People v. Stanciu

49 Misc. 3d 430, 11 N.Y.S.3d 836
CourtCriminal Court of the City of New York
DecidedJune 19, 2015
StatusPublished
Cited by2 cases

This text of 49 Misc. 3d 430 (People v. Stanciu) is published on Counsel Stack Legal Research, covering Criminal Court of the City of New York primary law. Counsel Stack provides free access to over 12 million legal documents including statutes, case law, regulations, and constitutions.

Bluebook
People v. Stanciu, 49 Misc. 3d 430, 11 N.Y.S.3d 836 (N.Y. Super. Ct. 2015).

Opinion

OPINION OF THE COURT

Joanne D. Quiñones, J.

Defendant is charged with operating a motor vehicle while intoxicated, in violation of Vehicle and Traffic Law § 1192 (3); operating a motor vehicle while impaired, in violation of Vehicle and Traffic Law § 1192 (1); and driving at a speed in excess of the posted limit in violation of Vehicle and Traffic Law § 1180 (d).

A combined Ingle/Dunaway/Huntley/refusal hearing was held on June 18, 2015. The People called one witness, Police Officer Raine Pease. I find the Officer credible. The defendant did not call any witnesses. An abridged version of this decision was rendered orally by the court on June 19, 2015. The following is the decision and order of the court:

Findings of Fact

Police Officer Raine Pease has been an officer with the New York City Police Department for nine years. He has received training in the identification of signs of intoxication — specifically bloodshot eyes and odor of alcohol coming from an individual’s breath — and the administration of an intoxilyzer. The Officer also has specialized training in estimating the speed at which a car is traveling. On November 12, 2014 Officer Pease was working in the highway patrol unit and had been for six months. At approximately 1:00 in the morning on November 12, Officer Pease was with a partner, Police Officer St. Arramon, in a marked police vehicle on the Brooklyn-Queens Expressway at Wythe Avenue in Kings County. The speed limit at that location is 45 miles per hour.

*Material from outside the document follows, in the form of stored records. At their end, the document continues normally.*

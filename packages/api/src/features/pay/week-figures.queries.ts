import type { Transaction } from 'sequelize';
import type { PayWeek } from '../../db/models/index.ts';
import { select } from '../../db/sequelize.ts';

/** What a finished line `l` of job `j` sold for: a discount lowers each line by its share of the job's price. */
const soldSql = `l.price_cents - CASE WHEN j.discount_cents = 0 THEN 0 ELSE
  round(j.discount_cents * l.price_cents::numeric / greatest(1, (SELECT sum(price_cents) FROM job_lines o WHERE o.job_id = j.id))) END`;

/** What the week's finished work sold for, cents. */
export async function salesOf(week: PayWeek, tx?: Transaction): Promise<number> {
  const [row] = await select<{ cents: number }>(
    `SELECT coalesce(sum(${soldSql}), 0)::bigint AS cents
       FROM job_lines l JOIN jobs j ON j.id = l.job_id WHERE l.finished_at >= :from AND l.finished_at < :to`,
    { from: week.startsAt, to: week.endsAt },
    tx,
  );
  return row?.cents ?? 0;
}

export interface WeekFigures {
  id: string;
  grossCents: number | null;
  tipCents: number | null;
  salesCents: number;
}

/** Gross and tips of locked weeks and sales of all, newest first. */
export function listWeekFigures(): Promise<WeekFigures[]> {
  return select<WeekFigures>(
    `SELECT w.id, s."grossCents", s."tipCents",
            coalesce((SELECT sum(${soldSql}) FROM job_lines l JOIN jobs j ON j.id = l.job_id
               WHERE l.finished_at >= w.starts_at AND l.finished_at < w.ends_at), 0)::bigint AS "salesCents"
       FROM pay_weeks w
       LEFT JOIN LATERAL (SELECT sum(p.gross_cents)::bigint AS "grossCents", sum((p.summary->'totals'->>'tips')::bigint)::bigint AS "tipCents"
              FROM pay_statements p WHERE p.pay_week_id = w.id) s ON true
      ORDER BY w.starts_on DESC LIMIT 60`,
  );
}
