import { DataTypes, Model } from 'sequelize';
import type { CreationOptional, InferAttributes, InferCreationAttributes, Sequelize } from 'sequelize';
import type { SizeClass } from '@driprail/shared/contracts/fields';

export class JobLine extends Model<InferAttributes<JobLine>, InferCreationAttributes<JobLine>> {
  declare id: string;
  declare jobId: string;
  declare serviceId: string;
  declare vehicleId: CreationOptional<string | null>;
  declare sizeClass: SizeClass;
  declare priceCents: number;
  declare minutes: number;
  declare position: number;
  declare finishedVisitId: CreationOptional<string | null>;
  declare finishedAt: CreationOptional<Date | null>;
}

export function initJobLine(sequelize: Sequelize): void {
  JobLine.init(
    {
      id: { type: DataTypes.UUID, primaryKey: true },
      jobId: { type: DataTypes.UUID, allowNull: false },
      serviceId: { type: DataTypes.UUID, allowNull: false },
      vehicleId: { type: DataTypes.UUID, allowNull: true },
      sizeClass: { type: DataTypes.TEXT, allowNull: false },
      priceCents: { type: DataTypes.BIGINT, allowNull: false },
      minutes: { type: DataTypes.INTEGER, allowNull: false },
      position: { type: DataTypes.INTEGER, allowNull: false },
      finishedVisitId: { type: DataTypes.UUID, allowNull: true },
      finishedAt: { type: DataTypes.DATE, allowNull: true },
    },
    { sequelize, modelName: 'JobLine', tableName: 'job_lines', underscored: true, timestamps: false },
  );
}
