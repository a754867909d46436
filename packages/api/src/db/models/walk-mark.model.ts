import { DataTypes, Model } from 'sequelize';
import type { CreationOptional, InferAttributes, InferCreationAttributes, Sequelize } from 'sequelize';
import type { MarkAnswer, MarkKind, MarkSize } from '@driprail/shared/domain/walk-round/marks';

export class WalkMark extends Model<InferAttributes<WalkMark>, InferCreationAttributes<WalkMark>> {
  declare id: string;
  declare visitId: string;
  declare vehicleId: CreationOptional<string | null>;
  declare position: number;
  declare x: number;
  declare y: number;
  declare place: string;
  declare kind: MarkKind;
  declare size: MarkSize;
  declare note: CreationOptional<string>;
  declare carriedFrom: CreationOptional<string | null>;
  declare answer: CreationOptional<MarkAnswer | null>;
  declare isAddition: CreationOptional<boolean>;
  declare userId: string;
  declare receivedAt: Date;
  declare occurredAt: Date;
}

export function initWalkMark(sequelize: Sequelize): void {
  WalkMark.init(
    {
      id: { type: DataTypes.UUID, primaryKey: true },
      visitId: { type: DataTypes.UUID, allowNull: false },
      vehicleId: { type: DataTypes.UUID },
      position: { type: DataTypes.INTEGER, allowNull: false },
      x: { type: DataTypes.INTEGER, allowNull: false },
      y: { type: DataTypes.INTEGER, allowNull: false },
      place: { type: DataTypes.TEXT, allowNull: false },
      kind: { type: DataTypes.TEXT, allowNull: false },
      size: { type: DataTypes.TEXT, allowNull: false },
      note: { type: DataTypes.TEXT },
      carriedFrom: { type: DataTypes.UUID },
      answer: { type: DataTypes.TEXT },
      isAddition: { type: DataTypes.BOOLEAN },
      userId: { type: DataTypes.UUID, allowNull: false },
      receivedAt: { type: DataTypes.DATE, allowNull: false },
      occurredAt: { type: DataTypes.DATE, allowNull: false },
    },
    { sequelize, modelName: 'WalkMark', tableName: 'walk_marks', underscored: true, timestamps: false },
  );
}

At approximately 1:05 in the morning, Officer Pease observed a black 2008 Mazda traveling at a high rate of speed. He confirmed the speed using a laser and received a reading of 67 [432]*432miles per hour. The Officer activated the turret lights on his vehicle and the officers followed the Mazda. The Mazda pulled over at Tillary Street which was the next available exit and the first place the driver could pull over safely. Police Officer Pease put on his “take down” lights and proceeded to the driver’s side of the vehicle. Officer St. Arramon was at the passenger side of the vehicle.

Upon approaching the driver’s side of the vehicle, Officer Pease, who had his flashlight with him, observed the defendant, the sole occupant of the car, leaning back toward the passenger seat. The Officer smelled an odor of alcohol coming from the vehicle and observed that the defendant’s eyes were bloodshot. Officer Pease asked the defendant if he had been drinking to which the defendant responded that he had one glass of wine. At that point, the defendant was still in his vehicle, he was not handcuffed, no promises or threats had been made and both officers’ guns were holstered. Based on his professional and social experiences, Officer Pease formed the opinion that the defendant was intoxicated. The Officer asked the defendant to submit to a portable breath test (PBT) and the defendant complied. The defendant failed the PBT and was placed under arrest. The defendant was then transported to the 78th Precinct.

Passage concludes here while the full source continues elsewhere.